(Data provided)

import { eq } from "drizzle-orm";
import { getDb } from "@/db/client";
import { clubs, emailOutbox, memberships, users } from "@/db/schema";
import { seedFoundation, type SeededFoundation } from "@/db/seed/foundation";
import type { ActionState } from "@/lib/actions/action-state";

type TestUser = { id: string; email: string; name: string | null; platformRole: "operator" | null };
const session = (globalThis as unknown as { __testSession: { user: TestUser | null } }).__testSession;

export function db() {
  return getDb();
}

let seeded: SeededFoundation | null = null;
/** The invented demo people and clubs (db/seed/scenario.ts), once per test file. */
export async function seedOnce(): Promise<SeededFoundation> {
  seeded ??= await seedFoundation(getDb());
  return seeded;
}

export function signInAs(email: string | null): TestUser | null {
  if (!email) {
    session.user = null;
    return null;
  }
  const u = getDb().select().from(users).where(eq(users.email, email)).get();
  if (!u) throw new Error(`No test user ${email}`);
  session.user = { id: u.id, email: u.email, name: u.name, platformRole: u.platformRole };
  return session.user;
}

export function form(fields: Record<string, string | string[] | Blob>): FormData {
  const fd = new FormData();
  for (const [k, v] of Object.entries(fields)) {
    if (Array.isArray(v)) for (const item of v) fd.append(`${k}[]`, item);
    else fd.append(k, v);
  }
  return fd;
}

export const EMPTY: ActionState = { ok: false, message: "", fieldErrors: {} };

export function clubBySlug(slug: string) {
  const c = getDb().select().from(clubs).where(eq(clubs.slug, slug)).get();
  if (!c) throw new Error(`No club ${slug}`);
  return c;
}

export function outboxFor(address: string) {
  return getDb().select().from(emailOutbox).where(eq(emailOutbox.toAddress, address)).all();
}

export function membershipOf(email: string, slug: string) {
  const u = getDb().select().from(users).where(eq(users.email, email)).get();
  const c = clubBySlug(slug);
  return getDb().select().from(memberships).where(eq(memberships.userId, u!.id)).all().find((m) => m.clubId === c.id);
}

/**
 * Where an action's answer sends the browser (its `redirectTo`: actions never redirect themselves),
 * or where a page redirected (a page still may).
 */
export async function expectRedirect(run: () => Promise<unknown>): Promise<string> {
  let result: unknown;
  try {
    result = await run();
  } catch (error) {
    if (error instanceof Error && error.message.startsWith("redirect:")) return error.message.slice("redirect:".length);
    throw error;
  }
  const to = (result as { redirectTo?: unknown } | null)?.redirectTo;
  if (typeof to === "string") return to;
  throw new Error(`Expected an answer with redirectTo, got ${JSON.stringify(result)}`);
}

/** The new squawk's id from a squawk report's answer (ok, quoting the description, with a refresh). */
export async function squawkIdOf(run: () => Promise<{ ok: boolean; message: string; data?: unknown; refresh?: boolean }>): Promise<string> {
  const state = await run();
  if (!state.ok) throw new Error(`Expected the squawk to be reported, got: ${state.message}`);
  if (!/^Squawk reported: “.+”\.( [^“”]+\.)?$/.test(state.message)) throw new Error(`The answer does not quote the squawk: ${state.message}`);
  const id = (state.data as { squawkId?: unknown } | undefined)?.squawkId;
  if (typeof id !== "string") throw new Error("The answer carries no squawk id");
  return id;
}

(End Data provided)

» **Exercise goal**: If a line in the data holds the string "memberships", copy that line.

» **The answer**:
import { clubs, emailOutbox, memberships, users } from "@/db/schema";
  return getDb().select().from(memberships).where(eq(memberships.userId, u!.id)).all().find((m) => m.clubId === c.id);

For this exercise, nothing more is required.